Van Rensburg, whose crewcut and everything else about him seemed calculated to underline his strident masculinity, went very red, then purple, and finally a sort of muddy brown. He muttered something about having an idle kaffir to kick, and withdrew.
“Er-hum,” said Prinsloo, clearing his throat again. “Do you want me to take a snap of this as well, Doc?”
“No, but you can get out of my light if you like.”
“Sorry, Doc! Hell, that was interesting about skin, hey?”
Kramer groaned inwardly.
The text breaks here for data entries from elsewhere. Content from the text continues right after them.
import { canTalk, type Me, type Question, type SheetEvent, type SheetPresence } from '@rivetside/shared';
import { type ReactNode, useState } from 'react';
import { MarginNote } from '../../components/margin-note';
import { PageCard } from '../../components/page-card';
import { standingOf } from '../../lib/standing';
import { useTimes } from '../../lib/times';
import { AskBack } from './ask-back';
import { type PhotoSlot, SayForm } from './say-form';
import { TalkLines } from './talk-lines';
import { type Talk, useTalk } from './use-talk';
import classes from './talk.module.css';

interface TalkCardProps {
  readonly sheet: Question;
  readonly me: Me;
  readonly people: SheetPresence['people'];
  readonly seenBefore: number;
  readonly hasEarlier: boolean;
  readonly onEarlier: () => Promise<void>;
  readonly onSent: (event: SheetEvent) => void;
  readonly onWriting: (on: boolean) => void;
  readonly photoSlot: PhotoSlot;
}

/** The live conversation under a question, as dated notes in the margin. */
export function TalkCard(props: TalkCardProps): ReactNode {
  const { sheet, me, people, seenBefore, hasEarlier, onEarlier, onSent, onWriting, photoSlot } = props;
  const talk = useTalk(sheet.id, onSent);
  const writing = people.filter((one) => one.writing && one.userId !== me.id).map(({ name }) => name);
  const mayTalk = canTalk(me, standingOf(sheet, me)) && sheet.state !== 'withdrawn';
  return (
    <PageCard title="Bench talk" aside={writingWords(writing)}>
      {hasEarlier && <Earlier onEarlier={onEarlier} />}
      <div role="log" aria-label="Bench talk">
        <TalkLines events={sheet.events} seenBefore={seenBefore} readerId={me.id} />
        <WaitingLines me={me} talk={talk} />
      </div>
      {mayTalk ? (
        <>
          <AskBack sheet={sheet} me={me} onAsk={(words) => talk.say(words, [])} />
          <SayForm questionId={sheet.id} onSay={talk.say} onWriting={onWriting} photoSlot={photoSlot} />
        </>
      ) : (
        <p className={classes['quiet']}>
          {sheet.state === 'withdrawn'
            ? 'This question was withdrawn.'
            : 'The bench talk is for members of the chapter.'}
        </p>
      )}
    </PageCard>
  );
}

function writingWords(names: readonly string[]): string | null {
  if (names.length === 0) return null;
  const first = names.map((name) => name.split(' ')[0]);
  return first.length === 1 ? `${first[0]} is writing…` : `${first.join(' and ')} are writing…`;
}

function Earlier({ onEarlier }: { readonly onEarlier: () => Promise<void> }): ReactNode {
  const [state, setState] = useState<'ready' | 'reading' | 'failed'>('ready');
  const read = () => {
    setState('reading');
    onEarlier().then(
      () => setState('ready'),
      () => setState('failed'),
    );
  };
  return (
    <p className={classes['earlier']}>
      <button
        type="button"
        className="btn plain"
        aria-disabled={state === 'reading' || undefined}
        onClick={read}
      >
        Show earlier talk
      </button>
      {state === 'failed' && <span role="alert">It could not be read just now.</span>}
    </p>
  );
}

/** Written here and not yet on the sheet: nothing typed is lost. */
function WaitingLines({ me, talk }: { readonly me: Me; readonly talk: Talk }): ReactNode {
  const { dateTime } = useTimes();
  return talk.waiting.map(({ key, body, at, refused }) => (
    <MarginNote key={key} name={me.name} when={dateTime(at)} waiting>
      {body}
      {refused === null ? (
        <p className="muted">on its way; kept on this device until it is there</p>
      ) : (
        <p role="alert" className={classes['fault']}>
          {refused}{' '}
          <button type="button" className="btn plain" onClick={() => talk.tryAgain(key)}>
            Try again
          </button>{' '}
          <button type="button" className="btn plain" onClick={() => talk.takeBack(key)}>
            Take it back
          </button>
        </p>
      )}
    </MarginNote>
  ));
}
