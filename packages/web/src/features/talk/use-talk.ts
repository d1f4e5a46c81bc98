import { type Photo, type SheetEvent, sheetEventSchema } from '@rivetside/shared';
import { useCallback, useEffect, useRef, useState } from 'react';
import { api } from '../../lib/api';
import { useDraft } from '../../lib/drafts';
import { Problem, sentenceOf } from '../../lib/problem';
import { randomKey } from '../../lib/random-key';

const TRY_AGAIN_MS = 10_000;

/** A line that was written here and is not yet on the sheet. */
export interface WaitingLine {
  /** Its Idempotency-Key too: however often it is sent, it stands there once. */
  readonly key: string;
  readonly body: string;
  readonly photos: readonly Photo[];
  readonly at: string;
  /** Why the server did not take it; it stays until its writer decides. */
  readonly refused: string | null;
}

export interface Talk {
  readonly waiting: readonly WaitingLine[];
  readonly say: (body: string, photos: readonly Photo[]) => void;
  readonly tryAgain: (key: string) => void;
  /** Gives the words back to the field. */
  readonly takeBack: (key: string) => WaitingLine | undefined;
}

/** Lines are kept on the device until the sheet has them, and sent one after the other in the order written. */
export function useTalk(questionId: string, onSent: (event: SheetEvent) => void): Talk {
  const { value: waiting, set, loaded } = useDraft<readonly WaitingLine[]>(`talk-waiting:${questionId}`, []);
  const isSending = useRef(false);
  const [turn, setTurn] = useState(0);
  const next = waiting.find(({ refused }) => refused === null);

  const change = useCallback(
    (key: string, line: (old: WaitingLine) => WaitingLine | null) =>
      set((old) => old.flatMap((one) => (one.key === key ? (line(one) ?? []) : [one]))),
    [set],
  );

  useEffect(() => {
    if (!loaded || !next || isSending.current) return;
    isSending.current = true;
    const { key, body, photos } = next;
    const photoIds = photos.map(({ id }) => id);
    const sent = { body, ...(photoIds.length > 0 ? { photoIds } : {}) };
    const goOn = () => {
      isSending.current = false;
      setTurn((count) => count + 1);
    };
    api
      .post(`/questions/${questionId}/messages`, { body: sent, key, answer: sheetEventSchema })
      .then((event) => {
        change(key, () => null);
        onSent(event);
        goOn();
      })
      .catch((error: unknown) => {
        if (error instanceof Problem && error.isOffline) return void whenOnline(goOn);
        change(key, (old) => ({ ...old, refused: sentenceOf(error) }));
        goOn();
      });
  }, [loaded, next, turn, questionId, change, onSent]);

  return {
    waiting,
    say: (body, photos) =>
      set((old) => [...old, { key: randomKey(), body, photos, at: new Date().toISOString(), refused: null }]),
    tryAgain: (key) => change(key, (old) => ({ ...old, refused: null })),
    takeBack: (key) => {
      const line = waiting.find((one) => one.key === key);
      change(key, () => null);
      return line;
    },
  };
}

/** The browser tells of its own network only; a server that is away is asked again after a while. */
function whenOnline(goOn: () => void): void {
  const go = () => {
    clearTimeout(timer);
    window.removeEventListener('online', go);
    goOn();
  };
  const timer = setTimeout(go, TRY_AGAIN_MS);
  window.addEventListener('online', go);
}
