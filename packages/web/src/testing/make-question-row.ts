import type { QuestionRow } from '@rivetside/shared';

/** A question about a hole of the stabiliser that waits for its first fix, unless the test says otherwise. */
export function makeQuestionRow(facts: Partial<QuestionRow> = {}): QuestionRow {
  return {
    id: '0190a0b0-0000-7000-8000-00000000a014',
    number: 'STB-Q-014',
    title: 'Hole 7 in the doubler will not line up with the spar',
    state: 'open',
    mishap: 'misalignedHole',
    discipline: 'sheetMetal',
    audience: 'chapter',
    headline: { text: 'next size, pitch 3.9 D', verdict: 'marginal' },
    waits: { for: 'firstFix', since: '2025-05-10T19:52:00.000Z' },
    kitId: '0190a0b0-0000-7000-8000-00000000f002',
    section: {
      id: '0190a0b0-0000-7000-8000-000000005001',
      code: 'STB',
      name: 'Stabiliser',
      critical: false,
      regions: ['L-stab', 'R-stab'],
    },
    partNumber: 'STB/dr-03',
    holeLineCode: 'HL-STB-3',
    serial: 141,
    chapterId: '0190a0b0-0000-7000-8000-0000000000c1',
    chapterName: 'Fenmoor',
    askedBy: { id: '0190a0b0-0000-7000-8000-000000000001', name: 'Ottoline Brackwater' },
    askedAt: '2025-05-10T19:52:00.000Z',
    lastActivityAt: '2025-05-10T19:52:00.000Z',
    unread: false,
    ...facts,
  };
}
Here they came: Strydom’s endless supply of pertinent anecdotes based on the case histories he so avidly consumed—while all that mattered right then was the size of the bullet used on Hookham. The difference between an entrance wound made by a .32 and one made by
a .38 was, of course, impossible to judge with the naked eye, especially as caliber ratings were such nonsense anyway. A .38 Special was, in fact, a .35, which was how he came to have Specials in the .357 Ruger magnum under his left arm.
“Let me tell you,” said Strydom, pausing with the scalpel poised in his hand, “about a case reported by a Dr. LeMoyne Snyder in America. This bloke was sent along to him with this swollen scrotum—know what that is?” Prinsloo nodded and pointed to one in a glass jar on a nearby shelf. “Ja, but just a normal one in other respects, not piebald. Anyway, Snyder feels this hard lump inside, and so he gives him a shot of Novocain and makes a little slit the same as this.…” The incision opened in Hookham’s back like a bloodshot eye with a lead-gray cornea. “And what popped out? A thirty-eight slug! Hold on a sec, Tromp, let me finish, hey? Well, finally the bloke explained what had happened. It seems that ten days previously he’d tried to shoot himself by putting his gun to his breastbone and pulling the trigger.”
“Yirra!” said Prinsloo.
“And the next thing he knew, he was coming round on the floor of his place. All he had was this small puncture mark, a bit of pain, and that was it. At first he looked all over for the bullet, thinking it had sort of ricocheted, then he gave up and just decided that the Almighty had stepped in and stopped his suicide plan—which was probably true enough. He didn’t personally connect the swelling in his scrotum at all, you see, and that didn’t start up for nearly a week. What had transpired, however, was that the bullet had been deflected downwards between the skin and bone, it had missed going into the peritoneum—the bag around your guts—and it had stopped in his left testicle.”
“He—he was all right after?” Prinsloo asked.
“Perfect!”
“Now there’s a thing! And could the bullet have finished up in his left foot just as easily, Doc?”
Strydom blinked. “Why?” he said, bewildered.
“Well, because it’s a fantastic true-life story to tell my class at Sunday School, only I—”
Prinsloo caught Kramer’s glare in the nick of time and shut up. Strydom hastily bent over the body again, stretched the skin around the incision and gave a pleased grunt, nipping up a spent bullet between thumb and forefinger. He dropped it into Kramer’s waiting hand.